Making the ELD Mandate Work for You

Thoughts on how to turn ELD compliance into a business advantage for both owner-operators and motor carriers.

Even if the current legislative effort on Capitol Hill succeeds in its goal of delaying the electronic logging device (ELD) mandate for two years, it is still only a delay: ELDs still seem poised to eventually become a routine part of everyday trucking life of owner-operators and company drivers alike. With that in mind, Jeremy Feucht, a regulatory affairs analyst with, offers some thoughts on how to make complying with the ELD mandate – whenever it might go into effect – advantageous, especially for independents and smaller-sized motor carriers.

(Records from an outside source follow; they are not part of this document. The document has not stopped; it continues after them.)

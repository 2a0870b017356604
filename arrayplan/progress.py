"""Progress bars on stderr for long work, shown only on a terminal.

A :class:`ProgressBar` draws one line, redrawn in place by tqdm (a
maintained progress-bar library) with arrayplan's own text::

    planning [##########..............]  42%  20/48  0:03 elapsed, 0:04 left

It is shown only when its stream is a terminal, never when the environment
variable ``CI`` holds a true value (``CI=true``, as CI runners set it), and
never with ``ARRAYPLAN_PROGRESS=0``; ``ARRAYPLAN_PROGRESS=1`` shows it anyway
(in a pipe, a log file or CI).  Redraws are rate-limited; the line is
finished with a newline when the work completes and erased when an exception
(or Ctrl-C) stops the work inside ``with bar:``.  Lines printed with
:meth:`ProgressBar.print_above` appear above the bar without garbling it.

The bar is also a plain callable ``bar(done, total)``, the progress
callback that :func:`arrayplan.channels.planning.plan_rig` and others accept.
"""

from __future__ import annotations

import functools
import os
import sys
import threading
import time
from contextlib import contextmanager
from typing import Callable, Iterator, TextIO


__all__ = ["ProgressBar", "progress_wanted", "format_duration", "mini_bar", "ticking",
           "PROGRESS_ENV", "CI_ENV"]

#: Environment variable that forces the bar on (1) or off (0).
PROGRESS_ENV = "ARRAYPLAN_PROGRESS"
#: Environment variable that CI runners set to "true"; a true value hides the bar.
CI_ENV = "CI"

_TRUE = frozenset({"1", "true", "yes", "on"})
_FALSE = frozenset({"0", "false", "no", "off"})


def progress_wanted(stream: TextIO | None = None) -> bool:
    """Whether progress should be drawn on `stream` (default stderr).

    ``ARRAYPLAN_PROGRESS`` decides when it is 1/true/yes/on or 0/false/no/off;
    otherwise a true ``CI`` hides progress, and else it is shown only when
    `stream` is a terminal.

    Parameters
    ----------
    stream : text stream, optional
        Where the bar would be drawn.

    Returns
    -------
    bool
        True to draw progress.
    """
    stream = sys.stderr if stream is None else stream
    force = os.environ.get(PROGRESS_ENV, "").strip().lower()
    if force in _TRUE:
        return True
    if force in _FALSE:
        return False
    if os.environ.get(CI_ENV, "").strip().lower() in _TRUE:
        return False
    try:
        return bool(stream.isatty())
    except (AttributeError, ValueError, OSError):  # no isatty, or a closed stream
        return False


def format_duration(seconds: float) -> str:
    """``"0:07"``, ``"12:34"`` or ``"1:02:03"`` for a duration in seconds (rounded down).

    Parameters
    ----------
    seconds : float
        Duration (s); negative counts as 0.

    Returns
    -------
    str
        ``m:ss``, or ``h:mm:ss`` from one hour on.
    """
    s = max(0, int(seconds))
    h, rest = divmod(s, 3600)
    m, s = divmod(rest, 60)
    return f"{h}:{m:02d}:{s:02d}" if h else f"{m}:{s:02d}"


def mini_bar(fraction: float, width: int = 10) -> str:
    """A bracketed bar of `width` cells filled to `fraction` (clipped to 0..1).

    Parameters
    ----------
    fraction : float
        Share done.
    width : int
        Cells between the brackets.

    Returns
    -------
    str
        ``#`` for filled cells (rounded down), ``.`` for the rest.
    """
    f = min(1.0, max(0.0, float(fraction)))
    filled = int(width * f)
    return "[" + "#" * filled + "." * (width - filled) + "]"


def _columns(stream: TextIO) -> int:
    """Width of the terminal behind `stream`; else $COLUMNS; else 80 (a new pty reports 0)."""
    try:
        cols = os.get_terminal_size(stream.fileno()).columns
        if cols > 0:
            return max(20, cols)
    except (AttributeError, ValueError, OSError):
        pass
    try:
        return max(20, int(os.environ.get("COLUMNS", "")))
    except ValueError:
        return 80


@functools.lru_cache(maxsize=None)
def _line_class():
    """The tqdm bar class (tqdm is imported only when a bar is drawn: it costs ~0.1 s at start-up)."""
    from tqdm import tqdm

    class _Line(tqdm):
        """A tqdm bar that draws its owner's line (:meth:`ProgressBar.text`) instead of tqdm's meter.

        tqdm does the drawing in place, the rate limiting, printing above the bar,
        and ending or erasing the line; the owner supplies the text and the clock.
        """

        monitor_interval = 0  # no monitor thread: the owner decides when to redraw

        def __init__(self, owner: "ProgressBar", initial: float) -> None:
            self._owner = owner
            super().__init__(total=owner.total, initial=initial, file=owner.stream, position=0, leave=True,
                             mininterval=owner.min_interval_s, miniters=0, maxinterval=0, smoothing=0,
                             dynamic_ncols=False, ncols=_columns(owner.stream))
            self._time = owner._clock
            self.last_print_t = self.start_t = owner._clock()

        def format_meter(self, *args, **kwargs) -> str:  # type: ignore[override]
            return self._owner._fitted(self._owner._clock())

    return _Line


class ProgressBar:
    """A one-line progress bar: label, bar, percent, count, detail, elapsed and time left.

    Parameters
    ----------
    label : str
        Text before the bar (``"planning"``).
    total : int or float, optional
        Amount of work; may also be given with each update.
    stream : text stream, optional
        Where to draw (default ``sys.stderr``).
    min_interval_s : float
        Least time between redraws, s; the first and the final state are
        always drawn.
    width : int
        Cells of the bar.
    show_count : bool
        Show ``done/total`` after the percentage.
    enabled : bool, optional
        Override the decision of :func:`progress_wanted`.
    clock : callable, optional
        Monotonic clock in seconds (default ``time.monotonic``).

    Notes
    -----
    Drawn by tqdm (a maintained progress-bar library) with arrayplan's own
    line.  Call it as ``bar(done, total)`` (the callback form) or use
    :meth:`update`; ``done`` may be fractional.  Reaching ``done >= total``
    draws the final state and ends the line.  Elapsed time counts from
    construction, or from a first update with ``done == 0``, or from the
    first update after the bar finished (which starts a new run).  As a
    context manager it ends the line on normal exit and erases it when an
    exception (or Ctrl-C) leaves the block.  Updates from another thread are
    serialised by a lock.
    """

    def __init__(self, label: str, total: float | None = None, *, stream: TextIO | None = None,
                 min_interval_s: float = 0.1, width: int = 20, show_count: bool = True,
                 enabled: bool | None = None, clock: Callable[[], float] = time.monotonic) -> None:
        self.label = label
        self.total = total
        self.stream = stream if stream is not None else sys.stderr
        self.enabled = progress_wanted(self.stream) if enabled is None else bool(enabled)
        self.min_interval_s = float(min_interval_s)
        self.width = int(width)
        self.show_count = show_count
        self.detail = ""
        self.done: float = 0.0
        self._clock = clock
        self._start: float = clock()
        self._line = None   # the tqdm bar on screen, None when none is
        self._finished = False
        self._lock = threading.RLock()

    # -- updating -------------------------------------------------------------------------------
    def __call__(self, done: float, total: float | None = None) -> None:
        """Callback form: the same as ``update(done, total)``."""
        self.update(done, total)

    def update(self, done: float, total: float | None = None, *, label: str | None = None,
               detail: str | None = None, force: bool = False) -> None:
        """Set the amount done (and optionally total, label and detail text) and redraw if due.

        Parameters
        ----------
        done : float
            Amount done, in the units of `total`.
        total : float, optional
            New total; None keeps the current one.
        label, detail : str, optional
            New label and detail text; None keeps them.
        force : bool
            Redraw now, whatever the time since the last drawing.
        """
        with self._lock:
            if total is not None:
                self.total = total
            if label is not None:
                self.label = label
            if detail is not None:
                self.detail = detail
            if not self.enabled:
                self.done = done
                return
            now = self._clock()
            if self._finished:  # used again after it finished: a new run
                self._start, self._finished = now, False
            elif done == 0 and self._line is None:  # "starting now"
                self._start = now
            self.done = done
            if self._line is None:
                self._line = _line_class()(self, done)   # draws the first state
            else:
                self._line.total = self.total
                self._line.update(done - self._line.n)
                if force:
                    self._line.refresh()
            if self.total is not None and done >= self.total:
                self._close(leave=True)
                self._finished = True

    def print_above(self, text: str) -> None:
        """Print a line of text above the bar (or just print it when no bar is shown).

        Parameters
        ----------
        text : str
            One line, without its newline.
        """
        with self._lock:
            if self._line is not None:
                self._line.write(text, file=self.stream)
            else:
                self.stream.write(text + "\n")
            self.stream.flush()

    # -- ending ---------------------------------------------------------------------------------
    def finish(self) -> None:
        """Draw the last state and end the line (nothing if no bar is on screen)."""
        with self._lock:
            self._close(leave=True)
            self._finished = True

    def clear(self) -> None:
        """Erase the bar's line, leaving the cursor at its start."""
        with self._lock:
            self._close(leave=False)
            self._finished = True

    def _close(self, leave: bool) -> None:
        if self._line is not None:
            self._line.leave = leave
            self._line.close()
            self.stream.flush()
            self._line = None

    def __enter__(self) -> "ProgressBar":
        return self

    def __exit__(self, exc_type, exc, tb) -> None:
        if exc_type is None:
            self.finish()
        else:
            self.clear()

    # -- the line -------------------------------------------------------------------------------
    def text(self, now: float | None = None) -> str:
        """The line as it would be drawn at clock time `now`.

        Parameters
        ----------
        now : float, optional
            Clock time (s, the bar's clock); default the clock now.

        Returns
        -------
        str
            Label, bar and percentage, count, detail, elapsed and remaining time.
        """
        now = self._clock() if now is None else now
        elapsed = now - self._start
        parts = [self.label]
        total = self.total
        if total:
            frac = min(1.0, max(0.0, self.done / total))
            parts.append(mini_bar(frac, self.width) + f" {int(100 * frac):3d}%")
            if self.show_count:
                parts.append(f"{_count(self.done)}/{_count(total)}")
        elif self.show_count:
            parts.append(_count(self.done))
        if self.detail:
            parts.append(self.detail)
        timing = f"{format_duration(elapsed)} elapsed"
        if total and 0 < self.done < total and elapsed > 0:
            timing += f", {format_duration(elapsed * (total - self.done) / self.done)} left"
        parts.append(timing)
        return "  ".join(parts)

    def _fitted(self, now: float) -> str:
        """:meth:`text` cut to the terminal's width, shortening the label first."""
        room = _columns(self.stream) - 1
        line = self.text(now)
        over = len(line) - room
        if over > 0 and self.label:
            keep = max(8, len(self.label) - over - 1)
            if keep < len(self.label):
                line = self.label[:keep - 1] + "~" + line[len(self.label):]
        return line[:room]


def _count(x: float) -> str:
    return str(int(x)) if float(x).is_integer() else f"{x:.1f}"


@contextmanager
def ticking(callback: Callable[[float], None], interval_s: float = 0.2) -> Iterator[None]:
    """Call ``callback(elapsed_s)`` every `interval_s` from a helper thread while the block runs.

    For work that blocks without reporting (playing a sweep through the
    audio interface): the callback sees wall-clock seconds since the block
    began.  The thread is a daemon, stopped and joined when the block ends,
    by exception too; an exception in the callback stops the ticks only.

    Parameters
    ----------
    callback : callable
        ``callback(elapsed_s)``, elapsed wall-clock time in s.
    interval_s : float
        Time between calls (s).

    Yields
    ------
    None
        Control to the block while the ticks run.
    """
    stop = threading.Event()
    t0 = time.monotonic()

    def run() -> None:
        while not stop.wait(interval_s):
            try:
                callback(time.monotonic() - t0)
            except Exception:  # progress must never break the work it reports on
                return

    thread = threading.Thread(target=run, name="arrayplan-progress", daemon=True)
    thread.start()
    try:
        yield
    finally:
        stop.set()
        thread.join(timeout=1.0)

After years of debate, lawsuits, and delays, legislation introduced into the U.S. House of Representatives to delay the ELD mandate by two years won’t end it so much as kick the can further down the road.

Jeremy Feucht

By preparing now, you can help make the ELD mandate work for you and gain an advantage over those who procrastinate. Here are three ways you can do this:

  • Raise your asking price. The average cost to ELD users will be roughly $25 to $30 per truck, per month (costs will vary depending on your unit’s functionality, bells, and whistles). Because your overhead costs are increasing due to the mandate, plan to raise your asking price by at least 1% per mile. At current van rates, this would equal out to about 18 cents per mile. This would increase your rate-per-mile to $2.03 or $1,017.50 per-load, on average, and give you enough margin not only to offset the cost of the service but also any equipment you may need to purchase in addition to the cost of training yourself and your employees.
  • Adopt the ELD now and stay ahead of the competition. Studies show that, while bad habits take three weeks to break, it takes months to get comfortable with a new (and in this case, forced) routine. Logging into a system, ensuring it’s working properly, knowing what to look for and when, logging out, and how your day-to-day duties change is just a small sample of what you and your team will be tasked with learning. Waiting until the last minute to adopt the ELD puts you at risk of losing out on freight and racking up fines and points against your record. But, by adopting now, you have a better chance of running circles around those who wait to purchase and learn their new system. While they’re sitting at home, trying to figure out what’s going on with their ELD, your tires are rolling under loads they missed.
  • Use the ELD as an additional bargaining chip. In your negotiations with freight brokers and shippers, remember, without trucks, loads don’t move. When the mandate goes into effect, there will likely be a shortage of compliant drivers and trucks. Use the power of your compliance to negotiate rates that offset the cost of the mandate. Know your overhead cost to the cent and make sure you’re negotiating rates that cover those costs and leave you with a livable wage.

Get used to the ins and outs of the mandate now so you don’t run the risk of getting placed out of service, simply because you didn’t know a rule or how to work the system and equipment.

By doing these few simple things, you can effectively turn the ELD mandate into something that works for you instead of against you.